-- Data listing follows --

// SPDX-License-Identifier: GPL-3.0-or-later
// The products of two tones by their numbers: which there are, what they are called.
#pragma once

#include <compare>
#include <string>
#include <vector>

namespace kneeprint {

/// The component at k1 f1 + k2 f2. (k1, k2) and (-k1, -k2) are the same one.
struct ProductIndex {
  int k1 = 0, k2 = 0;

  int order() const;  ///< |k1| + |k2|
  friend auto operator<=>(const ProductIndex&, const ProductIndex&) = default;
};

/// Products of orders 1 .. highest by rising order, the tones themselves first; of both signs the
/// one at a positive frequency for tones f1 < f2 of these cycles in a common block (at 0: the one
/// with k1 > 0).
std::vector<ProductIndex> products_to_order(int highest, std::size_t cycles1, std::size_t cycles2);

/// "f2-f1", "2f1-f2", "f1+f2", "3f1".
std::string name_of(ProductIndex p);

/// Amplitude of a product over the amplitude that harmonic n = |k1| + |k2| would have with one sine
/// of the same peak, for a curve weakly bent by a_n x^n, both relative to that peak: C(n, |k1|)
/// s1^|k1| s2^|k2| with the tones' shares s1 + s2 = 1 of the peak. (Expansion of (U1 cos a + U2 cos
/// b)^n: the product has a_n C(n, |k1|) U1^|k1| U2^|k2| / 2^(n-1), the harmonic a_n P^n / 2^(n-1).)
/// Exact for a cubic's orders 2 and 3.
double over_harmonic(ProductIndex p, double share1, double share2);

}  // namespace kneeprint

-- Data listing concluded --

Work request —
Copy nothing except the lines from the one holding "#pragma once" through the last line of the data above, and return them exactly.

Reply to the task —
#pragma once

#include <compare>
#include <string>
#include <vector>

namespace kneeprint {

/// The component at k1 f1 + k2 f2. (k1, k2) and (-k1, -k2) are the same one.
struct ProductIndex {
  int k1 = 0, k2 = 0;

  int order() const;  ///< |k1| + |k2|
  friend auto operator<=>(const ProductIndex&, const ProductIndex&) = default;
};

/// Products of orders 1 .. highest by rising order, the tones themselves first; of both signs the
/// one at a positive frequency for tones f1 < f2 of these cycles in a common block (at 0: the one
/// with k1 > 0).
std::vector<ProductIndex> products_to_order(int highest, std::size_t cycles1, std::size_t cycles2);

/// "f2-f1", "2f1-f2", "f1+f2", "3f1".
std::string name_of(ProductIndex p);

/// Amplitude of a product over the amplitude that harmonic n = |k1| + |k2| would have with one sine
/// of the same peak, for a curve weakly bent by a_n x^n, both relative to that peak: C(n, |k1|)
/// s1^|k1| s2^|k2| with the tones' shares s1 + s2 = 1 of the peak. (Expansion of (U1 cos a + U2 cos
/// b)^n: the product has a_n C(n, |k1|) U1^|k1| U2^|k2| / 2^(n-1), the harmonic a_n P^n / 2^(n-1).)
/// Exact for a cubic's orders 2 and 3.
double over_harmonic(ProductIndex p, double share1, double share2);

}  // namespace kneeprint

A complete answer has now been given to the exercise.